‘Lucy. How are you feeling? Have you got any pain? How’s your breathing? Do you need oxygen? Jag, get a nurse in and let’s get you on some oxygen,’ says Emma.
‘Ems… just give her a moment.’ The man’s hand goes to her back again.
‘Why am I here? Ems?’
I force my eyes open again and take in the room, the faces, the air around me. I’m in a room with a television on the wall. I don’t remember watching that television. I wriggle my toes. It feels important to make my toes move. I saw that in a film once. I hold my hand up, seeing that a needle is running into my hand and the crook of my arm. And who’s been drawing on me? There are pictures on my arm. I sit up, short of breath. Why? Ems sits down next to me and encourages me to calm down. I claw at the tubes going into my nose.
‘Lucy, you were in an accident. On Waterloo Bridge. You were on a bike. In a dress. You are so lucky. You got hit by a bus, dressed as Elsa,’ Emma says in loud, accentuated tones like she’s talking to a foreign grandma.
‘Who?’ I gasp.
‘You. You were hit by a bus,’ she replies.
‘But who’s Elsa? Are you a doctor?’ I say, turning to the gentleman in the room.
‘I’m Jag?’
‘It’s nice to meet you.’
He looks over at Emma tentatively.
‘She’s just confused. Lucy, you suffered quite a traumatic head injury. They operated, they had to put you in a medically induced coma to control the swelling to your brain. You’ve been asleep for weeks.’ She explains everything slowly, holding back tears. I was on a bike? Like, Dad’s bike? Who the fuck is Elsa? She sounds German. German… I remember a German man. Do I?
‘We’ve been taking it in turns to come here and sit with you. I mean, you’re awake. That’s everything.’
I reach up to my head, it’s bandaged. My hair. Someone cut my hair? I hope it wasn’t Meg. She did that once and gave me some pretty rubbish levels on my fringe. I was in a coma? I rub my tongue along the underside of my teeth, everything is dry and fuzzy. I study Emma’s face. She looks different. Sad, yes, but there’s something else.
‘When did you get old?’ I ask her.
‘You’re such a cow,’ she replies. She throws herself over me again, laughing but crying and not really caring too much about the fact she’s snotting all over me. So grim. ‘Oh god, I don’t know what we would have done had we lost you.’
I pause to take that all in. They nearly lost me. I nearly died? The man called Jag keeps looking over at me. Whilst Emma’s face reads relief, you can tell he’s thinking things through a bit more. All I’m thinking is that I think I’m wearing a nappy.
‘And if I look old as hell, it’s because you’ve probably aged me ten years, that’s why.’
I look down to a badge on her shirt. Emma Callaghan-Kohli. Who?
‘You’re a paediatric cardiologist?’
‘Yeah?’ she replies.
‘Fancy.’
‘Well, her sarcasm mode is still in good nick,’ Emma says to Jag.
I am silent as my mind whirrs through everything. How long have I been asleep? I cough. Everything feels stiff and unused. There’s a window that overlooks the river and I see sky. It’s so blue. No clouds. And a hint of buildings, a line like on an Etch-a-Sketch. I look down at my arm again. Someone didn’t draw on me. That’s a tattoo. What the actual mother of shite? That’s a bloody leopard. Why have I got a leopard on my arm? Why does he look slightly drugged? My eyes shift about the room.
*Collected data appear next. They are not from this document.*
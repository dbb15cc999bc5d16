/** `lagparity report`, run: one self-contained HTML page of the playtest, the model and the lobbies (options and help: `report-command.ts`). */
import { createHash } from 'node:crypto';
import { basename } from 'node:path';
import { type Result, error, fail } from '../issues.js';
import { kindOfTag } from '../formats/file-kinds.js';
import { withLines } from '../io/issue-lines.js';
import { readJsonFile } from '../io/read-json.js';
import { readTrialsFile } from '../io/read-trials.js';
import { safeParseSizeStudy } from '../plan/parse-size-study.js';
import { SIZE_STUDY_FORMAT } from '../plan/size-study-schema.js';
import type { SizeStudy } from '../plan/size-study-types.js';
import { writeFileAtomic } from '../io/write-file.js';
import { parseBinSpec } from '../summary/bins.js';
import { checkTelemetry, parseFieldSettings } from './field-inputs.js';
import { loadLobbies, loadModel, loadRules } from './inputs.js';
import { EXIT_BAD_INPUT, EXIT_OK, reportIssues, writeOut } from './output.js';

export interface ReportOptions {
  trials: string;
  model: string;
  lobbies?: string[];
  rules?: string;
  out: string;
  force?: boolean;
  latencyBins: string;
  sizeStudy?: string;
  live?: string;
  liveMargin: string;
  liveBands: string;
}

async function loadSizeStudy(path: string): Promise<Result<SizeStudy>> {
  const read = await readJsonFile(path);
  if (!read.ok) return read;
  // A document of another kind gets one issue, not one per field it lacks (as every input's does).
  const tag = read.value !== null && typeof read.value === 'object' && !Array.isArray(read.value) ? (read.value as { format?: unknown }).format : undefined;
  if (kindOfTag(tag) !== undefined) {
    return fail([error('wrong_kind', `${read.file}:format`, `this input requires a size study (${SIZE_STUDY_FORMAT}, written by \`lagparity plan size --out\`), got a file whose \`format\` is ${JSON.stringify(tag)}: check which file goes where`)]);
  }
  const parsed = safeParseSizeStudy(read.value, read.file);
  return parsed.ok ? parsed : fail(withLines(parsed.issues, read.text ?? '', read.file));
}

export async function runReport(options: ReportOptions): Promise<number> {
  const bins = parseBinSpec(options.latencyBins, '--latency-bins');
  const liveSettings = parseFieldSettings(options.liveMargin, options.liveBands, '--live-margin', '--live-bands');
  if (!liveSettings.ok) {
    reportIssues(liveSettings.issues);
    return EXIT_BAD_INPUT;
  }
  // The digest is taken from the same bytes the reader parses: one read of the file.
  const hash = createHash('sha256');
  const [trials, model, rules, lobbies, sizeStudy] = await Promise.all([
    readTrialsFile(options.trials, { onChunk: (bytes) => hash.update(bytes) }),
    loadModel(options.model),
    loadRules(options.rules),
    options.lobbies === undefined || options.lobbies.length === 0 ? Promise.resolve(undefined) : loadLobbies(options.lobbies),
    options.sizeStudy === undefined ? Promise.resolve(undefined) : loadSizeStudy(options.sizeStudy),
  ]);
  const issues = [bins, trials, model, rules, ...(lobbies === undefined ? [] : [lobbies]), ...(sizeStudy === undefined ? [] : [sizeStudy])].flatMap((result) => (result.ok ? [] : result.issues));
  if (!bins.ok || !trials.ok || !model.ok || !rules.ok || (lobbies !== undefined && !lobbies.ok) || (sizeStudy !== undefined && !sizeStudy.ok)) {
    reportIssues(issues);
    return EXIT_BAD_INPUT;
  }
  reportIssues(trials.warnings);
  // The field check of live telemetry, when asked for: its bad input stops the report before anything is written.
  let field;
  if (options.live !== undefined) {
    const checked = await checkTelemetry(options.live, options.model, model.value, options.rules === undefined ? null : rules.value, liveSettings.value, undefined);
    if (!checked.ok) {
      reportIssues(checked.issues);
      return EXIT_BAD_INPUT;
    }
    reportIssues(checked.warnings);
    field = checked.value;
  }
  // Loaded here, not at start-up: the charting library takes about half a second to import,
  // which every other command would otherwise pay.
  const { renderReport } = await import('../report/render-report.js');
  const report = await renderReport({
    trials: trials.value,
    model: model.value,
    modelName: basename(options.model),
    lobbies: lobbies?.ok ? lobbies.value.map(({ path, lobby }) => ({ name: path === '-' ? 'stdin' : basename(path), lobby })) : [],
    rules: rules.value,
    rulesName: options.rules === undefined ? 'the default rules' : basename(options.rules),
    trialsSha256: hash.digest('hex'),
    latencyBins: bins.value,
    ...(sizeStudy?.ok ? { sizeStudy: sizeStudy.value, sizeStudyName: basename(options.sizeStudy ?? '') } : {}),
    ...(field === undefined ? {} : { field }),
  });
  if (!report.ok) {
    reportIssues(report.issues);
    return EXIT_BAD_INPUT;
  }
  reportIssues(report.warnings);
  const written = await writeFileAtomic(options.out, report.value.html, { force: options.force ?? false });
  if (!written.ok) {
    reportIssues(written.issues);
    return EXIT_BAD_INPUT;
  }
  writeOut(`wrote ${options.out} (${report.value.charts.length} charts)`);
  return EXIT_OK;
}
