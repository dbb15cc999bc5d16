/**
 * Reading a trials file into groups for fitting, hashing its bytes in the
 * same pass, with a progress line: the one way `fit` and `field-check` read
 * trials, so a reader added for one serves both.
 */
import { createHash } from 'node:crypto';
import { type Result, ok } from '../issues.js';
import { readGroupedTrialsFile } from '../io/read-trials.js';
import type { GroupedTrials } from '../model/collapse.js';
import type { ProgressLine } from './progress.js';

/** Read the trials file straight into groups, hashing its bytes in the same pass. */
export async function readGrouped(path: string, progress: ProgressLine): Promise<Result<{ grouped: GroupedTrials; sha256: string }>> {
  const hash = createHash('sha256');
  const read = await readGroupedTrialsFile(path, {
    onProgress: (rows) => progress.update(() => `read ${rows.toLocaleString('en-GB')} rows`),
    onChunk: (bytes) => hash.update(bytes),
  });
  if (!read.ok) return read;
  return ok({ grouped: read.value, sha256: hash.digest('hex') }, read.warnings);
}
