/** `lagparity summarize`: per-condition counts, mean accuracy and box statistics of a trials file. */
import type { Command } from 'commander';
import type { Issue } from '../issues.js';
import { readTrialsFile } from '../io/read-trials.js';
import { parseBinSpec } from '../summary/bins.js';
import { type TrialsSummary, parseFactorList, summarizeTrials } from '../summary/summarize-trials.js';
import { compactTable } from './table.js';
import { EXIT_BAD_INPUT, EXIT_OK, fixed, reportIssues, writeOut } from './output.js';

interface SummarizeCommandOptions {
  by: string;
  latencyBins: string;
  json?: boolean;
}


/** The summary as a table for people, with the bins and the box definition stated. */
export function renderSummary(summary: TrialsSummary): string {
  const factorHeads = summary.by.map((factor) => (factor === 'latency' ? 'latency' : factor));
  const table = compactTable(
    [...factorHeads, 'rounds', 'attempts', 'mean acc', 'low whisker', 'lower hinge', 'median', 'upper hinge', 'high whisker', 'outliers'],
    [...summary.by.map(() => 'left' as const), ...Array.from({ length: 9 }, () => 'right' as const)],
  );
  for (const condition of summary.conditions) {
    const box = condition.accuracy;
    table.push([
      ...summary.by.map((factor) => condition.condition[factor] ?? ''),
      String(condition.rounds),
      String(condition.attempts),
      fixed(condition.mean_accuracy),
      fixed(box.lower_whisker),
      fixed(box.lower_hinge),
      fixed(box.median),
      fixed(box.upper_hinge),
      fixed(box.upper_whisker),
      String(box.outliers.length),
    ]);
  }
  const shape = summary.shape === 'per_round' ? 'one row per round' : 'one row per attempt';
  const lines = [
    `${summary.file}: ${summary.rows} rows (${shape}), ${summary.rounds} rounds, ${summary.attempts} attempts, mean accuracy ${fixed(summary.hits / summary.attempts)}`,
    ...summary.by.map((factor) => summary.groupings[factor]?.description ?? ''),
    table.toString(),
    'Accuracy per round = hits / attempts; mean acc = total hits / total attempts.',
    `Box: Tukey's hinges (as R's boxplot.stats), whiskers to the most extreme rounds within 1.5 hinge spreads of the hinges (Tukey 1977); outliers are the rounds beyond (counted here, listed by --json).`,
    `Rounds: ${summary.round_definition}.`,
  ];
  return lines.join('\n');
}

export async function runSummarize(path: string, options: SummarizeCommandOptions): Promise<number> {
  const by = parseFactorList(options.by, '--by');
  const bins = parseBinSpec(options.latencyBins, '--latency-bins');
  const optionIssues: Issue[] = [...(by.ok ? [] : by.issues), ...(bins.ok ? [] : bins.issues)];
  if (!by.ok || !bins.ok) {
    reportIssues(optionIssues);
    return EXIT_BAD_INPUT;
  }
  const trials = await readTrialsFile(path);
  if (!trials.ok) {
    reportIssues(trials.issues);
    return EXIT_BAD_INPUT;
  }
  reportIssues(trials.warnings);
  const summary = summarizeTrials(trials.value, { by: by.value, latencyBins: bins.value });
  if (!summary.ok) {
    reportIssues(summary.issues);
    return EXIT_BAD_INPUT;
  }
  reportIssues(summary.warnings);
  writeOut(options.json ? JSON.stringify(summary.value, null, 2) : renderSummary(summary.value));
  return EXIT_OK;
}

export function registerSummarize(program: Command): void {
  program
    .command('summarize')
    .description('Summarise a trials file per condition: rounds, attempts, mean accuracy and box statistics of per-round accuracy.')
    .argument('<trials>', 'trials file (CSV: one row per round or per attempt)')
    .option('--by <list>', 'covariates that define a condition, comma-separated: latency, scale, difficulty (or none)', 'latency,scale,difficulty')
    .option(
      '--latency-bins <spec>',
      'latency groups: auto (one per value if at most 12 distinct, else quantile:6), levels, quantile:K, width:W (ms) or edges:a,b,...',
      'auto',
    )
    .option('--json', 'write one JSON document (lagparity/summary@1) to stdout instead of a table')
    .addHelpText(
      'after',
      `
Bins are closed on the left, open on the right, [lower, upper); the last quantile or edges bin
also holds its upper end. Quantile bins cut at the Hyndman & Fan (1996) type 7 quantiles.
Box statistics are R's boxplot.stats: Tukey's hinges, whiskers to the most extreme rounds within
1.5 hinge spreads (Tukey 1977), outliers beyond; --json also gives the type 7 quartiles.
In a per-attempt file, a round is all attempts of one player in one latency x scale x difficulty cell.

Example:
  lagparity summarize matches/playtest-trials.csv --by latency,difficulty

Exit codes: 0 success; 2 bad input.`,
    )
    .action(async (path: string, options: SummarizeCommandOptions) => {
      process.exitCode = await runSummarize(path, options);
    });
}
‘Luce, it’s Mum and Dad,’ says Emma, who’s on the phone. ‘They want to speak to you. Mum won’t believe it until she’s seen it.’
‘LUCY!’ My eyes focus on a phone screen to see my parents in our living room. They’re on the phone. Like a picture? No… they’re moving. It’s a video. It’s so clear. And when did my sister get this posh phone? This must have cost a crapload of money. When did this happen? Dad is sobbing, his hands cupped over his face. Mum has one hand to his back but her eyes stay fixed on me, studying me intently. I can’t say a word. They look older too but Mum’s hair is still the same, the same bob she’s had since forever.
‘Lucy, we’re going to make our way down now. We will be there really soon. Stay awake for us, love, OK?’
It’s very Mum. When her girls do good there’s a nod of the head, a clench of the jaw, a fire in her eyes. She doesn’t crumble, at least not in front of us. I don’t know what to do so just wave. Can they hear me?
‘Emma, is she comfortable? She doesn’t look comfortable? What does this mean? Why is she so stunned? Is she on some sort of new drugs? She looks pale. Someone make her a cup of tea.’
That is also classic Mum but the sound of her voice is soothing.